A recent survey by Graham and Harvey (2001) finds that three out of four CFOs use the CAPM as the primary tool to assess cost of capital. Why do managers continue to use the CAPM along with the historical average market risk premium to estimate cost of capital when the evidence indicates that this practice leads to gross overestimation of the cost of capital? In this paper, we provide an answer to this question.

We take the stand that the cost of capital is not a critical input for arriving at the right decision in those situations where managers use the CAPM. To understand why that may be the case, we need to distinguish between valuing projects and selecting the right project at the right time. While precise estimate of cost of capital is necessary to value a project, it may not be needed for deciding which projects to fund at a given point in time. For example, consider a firm that has several attractive positive NPV projects, but can undertake only one of them due to organizational capital being in limited supply in the short run. In that case, it would be sufficient to identify the project that has the highest NPV for making the right decision. A manager who uses too high a value for cost of capital would still undertake the right project as long as the NPV computed using the wrong cost of capital is positive and ranks the projects in the right order.

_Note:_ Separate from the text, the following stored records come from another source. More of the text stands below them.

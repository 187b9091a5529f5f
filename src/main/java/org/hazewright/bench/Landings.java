package org.hazewright.bench;

import java.util.Arrays;
import java.util.List;
import java.util.SplittableRandom;

/**
 * How often the mixtures of a run land inside every tolerance, one by one and all together, when what moves them is known to first
 * order.
 *
 * <p>Misses are linear in independent standard normal causes, miss = planned + Σ_c z_c e_c (JCGM 100:2008, 5.1.2 with the normal
 * distributions of 4.4), and {@value #DRAWS} draws of all causes are counted: the standard error of a chance is at most 0.5 in 100.
 * One cause moves every mixture that it is part of at once, so the chance of all is not the product of the single ones.
 *
 * @param each chance of each mixture, 0 to 1
 * @param all chance that every mixture lands
 */
record Landings(double[] each, double all) {
    private static final int DRAWS = 10_000;
    private static final long SEED = 1;

    /** One mixture: planned misses in half-widths, and by cause what one standard uncertainty of it adds to each miss. */
    record Doubt(double[] misses, double[][] effects) {}

    /** All mixtures with the same causes in the same order. */
    static Landings of(List<Doubt> doubts) {
        int causes = doubts.get(0).effects.length;
        int[] landed = new int[doubts.size()];
        int together = 0;
        SplittableRandom random = new SplittableRandom(SEED);
        double[] z = new double[causes];
        for (int draw = 0; draw < DRAWS; draw++) {
            for (int c = 0; c < causes; c++) z[c] = random.nextGaussian();
            int now = 0;
            for (int k = 0; k < landed.length; k++)
                if (lands(doubts.get(k), z)) {
                    landed[k]++;
                    now++;
                }
            if (now == landed.length) together++;
        }
        return new Landings(
                Arrays.stream(landed).mapToDouble(n -> n / (double) DRAWS).toArray(), (double) together / DRAWS);
    }

    private static boolean lands(Doubt d, double[] z) {
        for (int j = 0; j < d.misses.length; j++) {
            double miss = d.misses[j];
            for (int c = 0; c < z.length; c++) miss += z[c] * d.effects[c][j];
            if (Math.abs(miss) > 1) return false;
        }
        return true;
    }
}
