package org.hazewright.files;

import java.nio.charset.StandardCharsets;
import java.nio.file.Path;
import java.time.Duration;
import java.util.ArrayList;
import java.util.Arrays;
import java.util.List;
import java.util.Locale;

/**
 * How long a cold program takes to read and check the whole shipped shelf: each figure is a process of its own, timed from before
 * the first read until the shelf stands; the start of the virtual machine is stated apart. Without arguments it starts 11 processes
 * as they are and 11 with the quick compiler only, and prints the least and the median of each.
 */
public final class ShelfColdStart {
    private static final int RUNS = 11;

    private ShelfColdStart() {}

    public static void main(String[] args) throws Exception {
        if (args.length > 0) {
            once(Long.parseLong(args[0]));
            return;
        }
        report("plain", List.of());
        report("-XX:TieredStopAtLevel=1", List.of("-XX:TieredStopAtLevel=1"));
    }

    private static void once(long launchedMs) {
        long entered = System.currentTimeMillis();
        Duration before = cpu();
        long start = System.nanoTime();
        int size = ShelfReader.readShipped().ingredients().size();
        double wall = (System.nanoTime() - start) / 1e6;
        Duration used = cpu().minus(before);
        System.out.printf(Locale.ROOT, "%.1f %d %d %d%n", wall, used.toMillis(), entered - launchedMs, size);
    }

    private static Duration cpu() {
        return ProcessHandle.current().info().totalCpuDuration().orElse(Duration.ZERO);
    }

    private static void report(String name, List<String> options) throws Exception {
        double[][] seen = new double[4][RUNS];
        for (int run = 0; run < RUNS; run++) {
            List<String> command = new ArrayList<>();
            command.add(Path.of(System.getProperty("java.home"), "bin", "java").toString());
            command.addAll(options);
            command.addAll(List.of(
                    "-cp",
                    System.getProperty("java.class.path"),
                    ShelfColdStart.class.getName(),
                    Long.toString(System.currentTimeMillis())));
            Process process = new ProcessBuilder(command)
                    .redirectError(ProcessBuilder.Redirect.INHERIT)
                    .start();
            String[] printed = new String(process.getInputStream().readAllBytes(), StandardCharsets.UTF_8)
                    .strip()
                    .split(" ");
            if (process.waitFor() != 0) throw new IllegalStateException("the process failed");
            for (int i = 0; i < seen.length; i++) seen[i][run] = Double.parseDouble(printed[i]);
        }
        for (double[] column : seen) Arrays.sort(column);
        System.out.printf(
                Locale.ROOT,
                "%-24s %.0f ingredients: wall least %.0f, median %.0f ms; CPU of all threads least %.0f, median %.0f ms;"
                        + " start of the virtual machine before it, median %.0f ms%n",
                name,
                seen[3][0],
                seen[0][0],
                seen[0][RUNS / 2],
                seen[1][0],
                seen[1][RUNS / 2],
                seen[2][RUNS / 2]);
    }
}
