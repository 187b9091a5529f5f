package org.hazewright.bench;

import java.util.List;
import java.util.Map;
import org.hazewright.brief.Brief;
import org.hazewright.brief.Point;
import org.hazewright.design.Score;
import org.hazewright.mixture.Budget;
import org.hazewright.mixture.Mixture;
import org.hazewright.mixture.Recipe;
import org.hazewright.shelf.Ingredient;

/**
 * The answer to a brief: grams that a person can weigh, what they should give, how far that may be trusted, and why it is not
 * better.
 *
 * @param recipe rounded to the balance, stocks included; every figure here is that of the rounded grams on the full model
 * @param predicted one a point of the brief, in its order
 * @param exact the optimum before stocks and rounding
 * @param bestPossibleWorstMiss the least worst miss that any admissible set can reach
 * @param chance share of Monte Carlo draws with every target inside its tolerance
 * @param budget first-order uncertainty by cause at the brief's wavelengths
 * @param limits plain sentences: what holds it back and what relaxing it would buy
 * @param notes what a person should know of the choice of stocks
 * @param leftOut ingredients of the shelf that could not take part, and why
 */
public record Answer(
        Brief brief,
        Recipe recipe,
        Mixture mixture,
        List<Predicted> predicted,
        Score score,
        Exact exact,
        double worstMiss,
        double bestPossibleWorstMiss,
        double chance,
        Budget budget,
        List<String> limits,
        List<Alternative> alternatives,
        Map<String, String> leftOut,
        SearchCount search,
        List<String> notes) {

    /** One wanted number and what is predicted for it, 1/cm: value, standard uncertainty, 95 % interval, miss in half-widths. */
    public record Predicted(Point point, double perCm, double uPerCm, double lowPerCm, double highPerCm, double miss) {
        public boolean inside() {
            return Math.abs(miss) <= 1;
        }
    }

    /** The optimum of the search in g/mL of finished phantom, before stocks and rounding. */
    public record Exact(Score score, Map<Ingredient, Double> concentrationGPerMl) {}

    /** Another recipe that a person would call different; {@code why} in about three words. */
    public record Alternative(
            String why, Recipe recipe, Score score, double worstMiss, double chance, int weighings, double cost) {}

    /** How the search went: sets that the limits admit, sets solved, sets cut by a bound; whether the best is proven. */
    public record SearchCount(long admissible, long solved, long cut, boolean proven) {}

    public Answer {
        predicted = List.copyOf(predicted);
        limits = List.copyOf(limits);
        alternatives = List.copyOf(alternatives);
    }

    /** Whether every target lies inside its tolerance as weighed. */
    public boolean meets() {
        return predicted.stream().allMatch(Predicted::inside);
    }
}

The earlier literature on capital budgeting viewed financial capital as being in limited supply and textbooks discussed capital rationing extensively. Capital rationing has received little attention in the more recent literature, especially in the post Modigliani-Miller era, for good reasons. In a well functioning capital market, the cost of capital will adjust to equate supply and demand for financial capital. By definition, projects that are not funded must be those with a non-positive NPV. Hence, financial capital is always available at the right price (cost of capital). In our view, what is rationed is not financial capital, but managerial talent and organizational capital. Managers with superior skills will always have future positive NPV investments in the pipeline. This creates situations where the firm has to decide whether to take up a project today or wait for a better project in the future. In such situations, the project on hand must be sufficiently attractive for the firm to undertake it immediat ely: i.e., its NPV must be higher than a target level NPV* > 0. Equivalently, the firm may compute NPV using a hurdle rate that is sufficiently higher than the cost of capital and take only those projects that have a positive NPV computed using the hurdle rate. We show that in such situations precise estimation of the cost of capital is not critical. As long as a reasonable hurdle rate that is sufficiently higher than the cost of capital is used the firm would make nearly optimal decisions. The capital budgeting decision would be fairly insensitive to the estimated cost of capital and the estimates of the riskiness of future projects.